A CPMI do INSS entrou em uma nova fase nesta semana, com o início das oitivas e a reorganização das forças políticas dentro da comissão. O líder do governo no Congresso, senador Randolfe Rodrigues (PT-AP), aproveitou o segundo dia de reuniões para responder às críticas da oposição e defender a atuação do Executivo nas investigações que miram um esquema bilionário de descontos ilegais em aposentadorias e pensões.

O parlamentar falou com jornalistas após uma sessão reservada com um delegado da Polícia Federal e o depoimento público da defensora Patrícia Oliveira, primeira a formalizar denúncias contra as fraudes.

Investigação sob sigilo e o papel da Polícia Federal

Randolfe lembrou que parte da apuração permanece em sigilo, por determinação do ministro André Mendonça, do Supremo Tribunal Federal (STF). Segundo ele, é fundamental respeitar essa condição para não comprometer a coleta de provas: “Não estamos falando de um processo concluído, mas de um inquérito em curso. Abrir informações agora pode isentar aqueles que roubaram dinheiro dos aposentados e pensionistas”, afirmou.

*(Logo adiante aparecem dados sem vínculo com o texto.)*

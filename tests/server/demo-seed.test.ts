import { HeadObjectCommand } from '@aws-sdk/client-s3';
import { afterAll, beforeAll, describe, expect, it } from 'vitest';
import type { AppInstance } from '../../server/app';
import { DEMO_LISTINGS } from '../../server/db/seeds/data';
import { DEMO_ACCOUNTS, DEMO_SELLERS } from '../../server/db/seeds/demo-accounts';
import { seedDemo, type DemoSeedReport } from '../../server/db/seeds/demo-seed';
import { passwordProblem } from '../../server/features/auth/password-policy';
import { objectKey } from '../../server/features/photos/photo-objects';
import { PASSWORD_MIN_LENGTH } from '../../shared/limits';
import { PHOTO_VARIANTS } from '../../shared/listings/photo-limits';
import { startTestApp } from '../support/test-app';

/**
 * The demo scenario seeded into the test database, twice: the second run must find everything in place and change
 * nothing. Seeding draws and uploads about 140 pictures the first time, hence the long set-up.
 */
let app: AppInstance;
let second: DemoSeedReport;
let before: Snapshot;
const emails = [...DEMO_ACCOUNTS, ...DEMO_SELLERS].map((a) => a.email);

const query = <T>(sql: string, params: unknown[] = []) => app.ctx.dataSource.query(sql, params) as Promise<T[]>;

/** Everything the seed writes about the demo's people and listings, as plain values. */
async function snapshot() {
  const [users, listings, photos, decisions, audit, mail, profiles] = await Promise.all([
    query('SELECT id, email, password_hash, role, updated_at FROM users WHERE email IN (?) ORDER BY id', [emails]),
    query(
      'SELECT l.id, l.state, l.title, l.updated_at FROM listings l JOIN users u ON u.id = l.owner_id ' +
        'WHERE u.email IN (?) ORDER BY l.id',
      [emails],
    ),
    query(
      'SELECT p.id, p.listing_id, p.storage_key, p.position FROM listing_photos p JOIN listings l ON l.id = p.listing_id ' +
        'JOIN users u ON u.id = l.owner_id WHERE u.email IN (?) ORDER BY p.id',
      [emails],
    ),
    query(
      'SELECT COUNT(*) AS n FROM listing_decisions d JOIN listings l ON l.id = d.listing_id JOIN users u ON u.id = l.owner_id ' +
        'WHERE u.email IN (?)',
      [emails],
    ),
    query(
      "SELECT COUNT(*) AS n FROM audit_events a JOIN listings l ON a.target_type = 'listing' AND a.target_id = l.id " +
        'JOIN users u ON u.id = l.owner_id WHERE u.email IN (?)',
      [emails],
    ),
    query('SELECT COUNT(*) AS n FROM outbound_emails WHERE to_address IN (?)', [emails]),
    query(
      'SELECT b.id, b.state, b.updated_at FROM builder_profiles b JOIN users u ON u.id = b.user_id ' +
        'WHERE u.email IN (?) ORDER BY b.id',
      [emails],
    ),
  ]);
  return { users, listings, photos, decisions, audit, mail, profiles };
}
type Snapshot = Awaited<ReturnType<typeof snapshot>>;

/** Demo slug → the listing's id and state. */
async function demoListings(): Promise<Map<string, { id: number; state: string }>> {
  const rows = await query<{ slug: string; id: number; state: string }>(
    "SELECT JSON_VALUE(a.detail, '$.slug') AS slug, l.id, l.state FROM audit_events a " +
      "JOIN listings l ON l.id = a.target_id WHERE a.action = 'demo.listing_seeded'",
  );
  return new Map(rows.map((r) => [r.slug, { id: Number(r.id), state: r.state }]));
}

beforeAll(async () => {
  app = await startTestApp();
  await seedDemo(app.ctx);
  before = await snapshot();
  second = await seedDemo(app.ctx);
}, 180_000);
afterAll(() => app.close());

describe('seeding the demo scenario', () => {
  it('changes nothing when it runs a second time', async () => {
    expect(second.accountsChanged).toBe(0);
    expect(second.listings).toEqual({ created: 0, photos: 0, moves: 0, skipped: [] });
    expect(await snapshot()).toEqual(before);
  });

  it('leaves every demo listing in the state the scenario names', async () => {
    const seeded = await demoListings();
    expect(DEMO_LISTINGS.length).toBeGreaterThanOrEqual(40);
    for (const { slug, state } of DEMO_LISTINGS)
      expect({ slug, state: seeded.get(slug)?.state }).toEqual({ slug, state });
  });

  it('gives every listed listing a photo whose stored sizes exist', async () => {
    const listed = [...(await demoListings()).values()].filter((l) => l.state === 'listed');
    expect(listed.length).toBeGreaterThanOrEqual(30);
    for (const { id } of listed) {
      const photos = await query<{ storage_key: string }>(
        'SELECT storage_key FROM listing_photos WHERE listing_id = ?',
        [id],
      );
      expect(photos.length).toBeGreaterThanOrEqual(1);
      for (const { storage_key: key } of photos)
        for (const variant of PHOTO_VARIANTS) {
          const head = await app.ctx.storage.send(
            new HeadObjectCommand({ Bucket: app.ctx.config.s3.bucket, Key: objectKey(key, variant) }),
          );
          expect(head.ContentType).toBe('image/jpeg');
        }
    }
  });

  it('gives every seller a .test address and a password the policy accepts', () => {
    const sellers = new Set(DEMO_LISTINGS.map((l) => l.seller));
    for (const account of [...DEMO_ACCOUNTS, ...DEMO_SELLERS]) {
      expect(account.email).toMatch(/\.test$/);
      expect(account.password.length).toBeGreaterThanOrEqual(PASSWORD_MIN_LENGTH);
      expect(passwordProblem(account.password, account)).toBeNull();
    }
    for (const seller of sellers) expect(emails).toContain(seller);
  });
});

O senador ressaltou que o governo não teme investigações porque foi justamente sob Lula que a Polícia Federal deflagrou a Operação “Sem Descontos”, em abril deste ano, interrompendo parte dos prejuízos.

Fraudes antes de Lula: de 2017 a 2022

Ao comentar o depoimento da defensora pública, Randolfe reforçou a narrativa de que as fraudes não nasceram na atual gestão:

  • Denúncias já circulavam desde 2017 e foram formalizadas em 2019;
  • O governo Bolsonaro teria perdido a chance de estancar o esquema ao vetar trecho da MP 671, que impedia a transferência de dados de beneficiários;
  • Em 2022, uma nova medida provisória revogou regras de transparência sobre cadastros do INSS, abrindo espaço para o crescimento do esquema.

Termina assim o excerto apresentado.